Le projet de rapprochement entre les partis extrémistes européens peut aussi buter sur des questions nationales internes : "Il y a parfois plusieurs partis d’extrême droite qui sont en concurrence au sein d’un même pays. Ils n’ont pas intérêt à se réunir au sein d’un groupe politique européen", souligne Benjamin Biard. Dans le cas hongrois, le Fidesz de Viktor Orban est en opposition frontale avec le Jobbik, une des formations les plus dures au niveau européen. Le Jobbik a d’ailleurs rejoint le bloc d’opposition qui défiera Viktor Orban aux élections l’année prochaine.
Première étape
L’unification de l’extrême droite européenne n’est pas un projet nouveau. Une première étape a été franchie avec la création d’un groupe au Parlement européen après les élections de 2014. Plusieurs partis d’extrême droite avaient alors enregistré des scores importants. "Plus d’un an après les élections, certains partis comme le Front National de Marine Le Pen, le Vlaams Belang de Tom Van Grieken, le PVV de Geert Wielders ou la Lega italienne parviennent à se rassembler autour d’un accord. Ils réunissaient les conditions requises pour créer un groupe politique européen. Ce groupe subsiste, et s’appelle ID depuis les élections de 2019. Il y a donc une capacité de l’extrême droite à se fédérer au niveau de Parlement européen, mais ça n’a pas été facile."

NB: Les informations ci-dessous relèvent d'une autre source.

import Papa from 'papaparse';
import { describe, expect, it } from 'vitest';
import type { CuttingState } from '@shared/api/shop';
import { computeReport } from '@shared/engine/report';
import { parseFrameDocument } from '@shared/model/parse';
import { formatLength } from '@shared/geometry/units';
import { ACTORS, demoDocument, MEMBERS, refusal, useShopWorld, type Actor, type ShopWorld } from './shop-world';
import { pdfText } from '../support/pdf-text';

let w: ShopWorld;
useShopWorld((world) => {
  w = world;
});
const c = (a: Actor) => w.clients.get(a)!;
const url = () => `/api/frames/${w.frameId}/cutting`;
const keysOf = (s: CuttingState): string[] => s.session!.plan.plans.flatMap((p) => p.bars.flatMap((b, bi) => b.cuts.map((_, ci) => `${p.profileId}/${bi}/${ci}`)));

const binary = (res: import('supertest').Test) =>
  res.buffer(true).parse((r, cb) => {
    const chunks: Buffer[] = [];
    r.on('data', (d: Buffer) => chunks.push(d));
    r.on('end', () => cb(null, Buffer.concat(chunks)));
  });

describe('cutting at the saw', () => {
  it.each(ACTORS)('%s: reading the cutting state is for members', async (a) => {
    const res = await c(a).get(url());
    expect(res.status).toBe(MEMBERS.includes(a) ? 200 : refusal(a));
    if (res.status === 200) expect(res.body.session).toBeNull();
  });

  it('a viewer cannot start cutting; a cutter can, and the plan covers every part of the frame', async () => {
    expect((await c('viewer').post(url(), {})).status).toBe(403);
    const res = await c('cutter').post(url(), {});
    expect(res.status).toBe(201);
    const s = res.body as CuttingState;
    expect(s.session!.frameVersion).toBe(1);
    expect(s.canTick).toBe(true);
    const report = computeReport(parseFrameDocument(demoDocument()));
    const wanted = report.cut_list.reduce((n, l) => n + l.qty, 0);
    expect(keysOf(s)).toHaveLength(wanted);
    // starting again without asking keeps the same plan
    const again = await c('designer').post(url(), {});
    expect(again.status).toBe(200);
    expect(again.body.session.id).toBe(s.session!.id);
  });

  it('ticks persist, and two cutters see each other’s ticks on reload', async () => {
    const s = (await c('cutter').get(url())).body as CuttingState;
    const [k1, k2] = keysOf(s);
    expect((await c('cutter').post(`${url()}/ticks`, { cutKey: k1 })).status).toBe(200);
    expect((await c('owner').post(`${url()}/ticks`, { cutKey: k2 })).status).toBe(200);
    // the same cut tapped twice is one tick
    expect((await c('owner').post(`${url()}/ticks`, { cutKey: k2 })).status).toBe(200);
    const seen = (await c('cutter').get(url())).body as CuttingState;
    expect(seen.ticks.map((t) => t.cutKey).sort()).toEqual([k1, k2].sort());
    expect(seen.ticks.find((t) => t.cutKey === k2)!.tickedBy!.name).toBe('owner');
  });

  it('a viewer cannot tick or undo; outsiders and anonymous callers neither; unknown cuts are refused', async () => {
    const s = (await c('cutter').get(url())).body as CuttingState;
    const k = keysOf(s)[2];
    expect((await c('viewer').post(`${url()}/ticks`, { cutKey: k })).status).toBe(403);
    expect((await c('outsider').post(`${url()}/ticks`, { cutKey: k })).status).toBe(404);
    expect((await c('anonymous').post(`${url()}/ticks`, { cutKey: k })).status).toBe(401);
    expect((await c('viewer').delete(`${url()}/ticks?cutKey=${encodeURIComponent(keysOf(s)[0])}`)).status).toBe(403);
    const bad = await c('cutter').post(`${url()}/ticks`, { cutKey: 'nope/9/9' });
    expect(bad.status).toBe(422);
    expect(bad.body.error.fields.cutKey).toBeTruthy();
  });

  it('undo removes a tick', async () => {
    const s = (await c('cutter').get(url())).body as CuttingState;
    const k = s.ticks[0].cutKey;
    const res = await c('cutter').delete(`${url()}/ticks?cutKey=${encodeURIComponent(k)}`);
    expect(res.status).toBe(200);
    expect((res.body as CuttingState).ticks.map((t) => t.cutKey)).not.toContain(k);
  });

  it('a cutter can tick but not edit the design', async () => {
    const frame = (await c('cutter').get(`/api/frames/${w.frameId}`)).body;
    const res = await c('cutter').put(`/api/frames/${w.frameId}/document`, { baseVersion: frame.version, document: frame.document });
    expect(res.status).toBe(403);
  });

  it('after a design change, the parts already cut feed the what-changed reuse plan', async () => {
    const before = (await c('cutter').get(url())).body as CuttingState;
    const cutMarks = before.ticks.map((t) => t.mark);
    const frame = (await c('designer').get(`/api/frames/${w.frameId}`)).body;
    const doc = structuredClone(frame.document);
    // Take the last member out: its part is no longer needed, every other part stays as it was.
    doc.members.pop();
    const saved = await c('designer').put(`/api/frames/${w.frameId}/document`, { baseVersion: frame.version, document: doc });
    expect(saved.status).toBe(200);
    const after = (await c('cutter').get(url())).body as CuttingState;
    expect(after.currentVersion).toBe(2);
    expect(after.session!.frameVersion).toBe(1);
    expect(after.reuse).not.toBeNull();
    const reused = after.reuse!.plan.filter((p) => p.action !== 'cut-new').length + after.reuse!.spare.length;
    // every part already cut is either used in the new design or freed for the shelf
    expect(reused).toBeGreaterThanOrEqual(cutMarks.length);
    // only a designer or owner may start cutting over on the new version
    expect((await c('cutter').post(url(), { restart: true })).status).toBe(403);
    const restarted = await c('designer').post(url(), { restart: true });
    expect(restarted.status).toBe(201);
    expect(restarted.body.session.frameVersion).toBe(2);
    expect(restarted.body.ticks).toEqual([]);
  });

  it('the design-changed banner follows what is cut, not the version: a save that cuts nothing new, and an undo, leave it off', async () => {
    const start = (await c('cutter').get(url())).body as CuttingState;
    expect(start.session!.cuttingKey).toBe(start.currentCuttingKey);
    const frame = (await c('designer').get(`/api/frames/${w.frameId}`)).body;
    const saveAs = async (document: unknown, baseVersion: number) =>
      (await c('designer').put(`/api/frames/${w.frameId}/document`, { baseVersion, document }).expect(200)).body.version as number;

    // Renaming a member changes the version but no part.
    const renamed = structuredClone(frame.document);
    renamed.members[0].name = 'Front rail, renamed';
    let v = await saveAs(renamed, frame.version);
    let s = (await c('cutter').get(url())).body as CuttingState;
    expect(s.currentVersion).toBe(frame.version + 1);
    expect(s.currentCuttingKey).toBe(s.session!.cuttingKey);

    // Taking a member out changes what is cut …
    const fewer = structuredClone(frame.document);
    fewer.members.pop();
    v = await saveAs(fewer, v);
    s = (await c('cutter').get(url())).body as CuttingState;
    expect(s.currentCuttingKey).not.toBe(s.session!.cuttingKey);

    // … and putting it back (an undo) gives the same parts again.
    v = await saveAs(frame.document, v);
    s = (await c('cutter').get(url())).body as CuttingState;
    expect(s.currentVersion).toBe(v);
    expect(s.currentCuttingKey).toBe(s.session!.cuttingKey);
  });
});

describe('printed documents and CSV for a frame', () => {
  it('the saw list PDF follows the cutting plan: every cut with its length and mark, and the bar count', async () => {
    const s = (await c('viewer').get(url())).body as CuttingState;
    const res = await binary(c('viewer').get(`/api/frames/${w.frameId}/shop/saw-list.pdf`));
    expect(res.status).toBe(200);
    const { text } = await pdfText(res.body as Buffer);
    const bars = s.session!.plan.plans.flatMap((p) => p.bars);
    const cuts = bars.flatMap((b) => b.cuts);
    // Every length printed: one per cut row, one per leftover row, one per bar heading (its stock length).
    const expected = new Map<string, number>();
    const add = (mm: number) => expected.set(formatLength(mm, 'mm'), (expected.get(formatLength(mm, 'mm')) ?? 0) + 1);
    cuts.forEach((c) => add(c.length_mm));
    bars.forEach((b) => add(b.leftover_mm));
    for (const [len, n] of expected) {
      const escaped = len.replace('.', '\\.');
      const printed = text.match(new RegExp(`(?<![\\d.])${escaped}(?! (stock|offcut from))`, 'g'))?.length ?? 0;
      expect(printed, len).toBe(n);
    }
    expect(text.match(/Bar \d+ of \d+/g)?.length).toBe(bars.length);
    for (const mark of new Set(cuts.map((x) => x.mark))) expect(text).toMatch(new RegExp(`\\b${mark}\\b`));
  });

  it.each(['drill-list.pdf', 'pick-list.pdf', 'labels.pdf', 'sheet-plan.pdf'])('%s renders for a member and is refused to outsiders', async (doc) => {
    const res = await binary(c('cutter').get(`/api/frames/${w.frameId}/shop/${doc}?paper=LETTER&units=in&frac=32`));
    expect(res.status).toBe(200);
    expect((res.body as Buffer).subarray(0, 5).toString()).toBe('%PDF-');
    expect((await c('outsider').get(`/api/frames/${w.frameId}/shop/${doc}`)).status).toBe(404);
  });

  it('the cut-list CSV escapes a member name that looks like a formula', async () => {
    const frame = (await c('designer').get(`/api/frames/${w.frameId}`)).body;
    const doc = structuredClone(frame.document);
    doc.members[0].name = '=HYPERLINK("http://example.test","x")';
    await c('designer').put(`/api/frames/${w.frameId}/document`, { baseVersion: frame.version, document: doc }).expect(200);
    const res = await c('viewer').get(`/api/frames/${w.frameId}/shop/cut-list.csv`);
    expect(res.status).toBe(200);
    expect(res.headers['content-disposition']).toMatch(/attachment; filename=".*cut-list\.csv"/);
    const rows = Papa.parse<string[]>(res.text.replace(/^\uFEFF/, ''), { skipEmptyLines: true }).data;
    const cells = rows.flat();
    expect(cells.some((x) => x.startsWith(`'=HYPERLINK`))).toBe(true);
    expect(cells.some((x) => /^[=+\-@]/.test(x))).toBe(false);
  });

  it('rejects an unknown document name and bad options with the field named', async () => {
    expect((await c('viewer').get(`/api/frames/${w.frameId}/shop/secrets.pdf`)).status).toBe(400);
    const bad = await c('viewer').get(`/api/frames/${w.frameId}/shop/labels.pdf?paper=A3`);
    expect(bad.status).toBe(400);
    expect(bad.body.error.fields.paper).toBeTruthy();
  });
});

Steve Banon avait lui aussi tenté de rassembler les extrêmes droites européennes au sein d’une organisation baptisée The Movement. L’ancien conseiller de Donald Trump avait collaboré pour ce projet avec le belge Michael Modrikamen. Il s’agissait de fédérer la mouvance dans la perspective des élections européennes de 2019. "On a vu que l’influence de Steve Banon et de son organisation est restée limitée, note le chercheur. Il a eu beaucoup de difficultés à fédérer ces différentes extrêmes droites, entre autres parce que certains partis tentent de se détacher de cette étiquette. "
La réunion de Varsovie est donc semée d’embûches, mais le bénéfice potentiel d’une alliance convaincra peut-être les leaders d’extrême droite de mettre en sourdine un instant leurs stratégies nationales pour faire cause commune.